On 28 March 1831, Jilotepec became a municipality in the canton of Xalapa in the state of Veracruz. It became a free municipality on 15 January 1918. From 1995 to the beginning of the 21st century a wave of emigration occurred from central Veracruz to the United States; inhabitants from Jilotepec in particular preferred to emigrate to New York City.

==Administration==
The municipal government comprises a president, a councillor (Spanish: síndico), and a trustee (regidor). The current president of the municipality is Sergio Fernández Lara.

==Demographics==

In the 2020 INEGI census, the municipality of Jilotepec recorded a population of 16,585 inhabitants living in 3474 localities. The 2015 Intercensal Survey estimated a population of 16,682 inhabitants in Jilotepec, of which 3.97% reported being of African descent.

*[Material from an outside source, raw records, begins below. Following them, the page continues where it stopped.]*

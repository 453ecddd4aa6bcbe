//! The mix of a day inside a season: the ranking at splits of a tenth, the best two refined.
//!
//! Methods: `docs/methods.md`, section 8.

use chrono::NaiveDate;

use crate::mix::Asked;
use crate::mix::limits::Check;

/// Why a mix was decided on.
#[derive(Debug, Clone, Copy, PartialEq)]
pub enum Why {
    /// The season begins.
    Begin,
    /// The days between decisions have passed, or the schedule says so.
    Due,
    /// What was set can no longer be kept.
    Forced(Check),
}

/// What was decided on a day.
#[derive(Debug, Clone, PartialEq)]
pub struct Decision {
    /// The day.
    pub date: NaiveDate,
    /// Why.
    pub why: Why,
    /// What is set; flows are shares of the release of the day on which it was decided.
    pub asked: Asked,
    /// Gates moved.
    pub moves: usize,
    /// Crew hours.
    pub crew_hours: f64,
    /// Coldest and warmest release that an allowed mix gives, C.
    pub attainable_c: Option<[f64; 2]>,
}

There are 34 localities in the municipality, of which two are classified as urban:
- The municipal seat, also called Jilotepec, which recorded a population of 4,309 inhabitants in the 2020 Census.
- La Concepción, located 6 km east of the municipal seat, which recorded 3,707 inhabitants in 2020.

Other localities include Vista Hermosa (1,649 hab.), Paso de San Juan (1,214 hab.) and El Pueblito (1,198 hab.).

==Economy==
The main economic activity in Jilotepec is agriculture, involving mainly the cultivation of coffee, sugarcane, corn and beans. Cattle and pigs are also raised.